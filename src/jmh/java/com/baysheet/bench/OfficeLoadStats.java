package com.baysheet.bench;

import java.util.Arrays;
import java.util.EnumMap;
import java.util.Map;

/** Latencies and errors per kind of request, recorded by many threads, reported as percentiles. */
final class OfficeLoadStats {
    enum Kind { MEMBER_PAGE, OTHER_PAGE, FORM_SAVE, PDF }

    private final Map<Kind, long[]> nanos = new EnumMap<>(Kind.class);
    private final Map<Kind, int[]> counts = new EnumMap<>(Kind.class);
    private final Map<Kind, int[]> errors = new EnumMap<>(Kind.class);

    OfficeLoadStats(int capacity) {
        for (Kind k : Kind.values()) {
            nanos.put(k, new long[capacity]);
            counts.put(k, new int[1]);
            errors.put(k, new int[1]);
        }
    }

    synchronized void record(Kind k, long elapsedNanos, boolean ok) {
        int[] n = counts.get(k);
        long[] all = nanos.get(k);
        if (n[0] < all.length) all[n[0]] = elapsedNanos;
        n[0]++;
        if (!ok) errors.get(k)[0]++;
    }

    synchronized int total() {
        int t = 0;
        for (int[] n : counts.values()) t += n[0];
        return t;
    }

    synchronized int totalErrors() {
        int t = 0;
        for (int[] n : errors.values()) t += n[0];
        return t;
    }

    synchronized String table() {
        StringBuilder b = new StringBuilder(String.format("| %-11s | %7s | %6s | %8s | %8s | %8s | %8s |%n",
                "kind", "count", "errors", "p50 ms", "p90 ms", "p99 ms", "max ms"));
        b.append("|-------------|---------|--------|----------|----------|----------|----------|\n");
        for (Kind k : Kind.values()) {
            int n = Math.min(counts.get(k)[0], nanos.get(k).length);
            if (n == 0) continue;
            long[] s = Arrays.copyOf(nanos.get(k), n);
            Arrays.sort(s);
            b.append(String.format("| %-11s | %7d | %6d | %8.1f | %8.1f | %8.1f | %8.1f |%n", k.name().toLowerCase().replace('_', ' '),
                    counts.get(k)[0], errors.get(k)[0], ms(s, 0.50), ms(s, 0.90), ms(s, 0.99), s[n - 1] / 1e6));
        }
        return b.toString();
    }

    private static double ms(long[] sorted, double q) {
        return sorted[Math.min(sorted.length - 1, (int) Math.ceil(q * sorted.length) - 1)] / 1e6;
    }
}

....................

Copy out each line of the material in which the word "OfficeLoadStats" turns up.

## Solution
filename src/jmh/java/com/baysheet/bench/OfficeLoadStats.java
final class OfficeLoadStats {
    OfficeLoadStats(int capacity) {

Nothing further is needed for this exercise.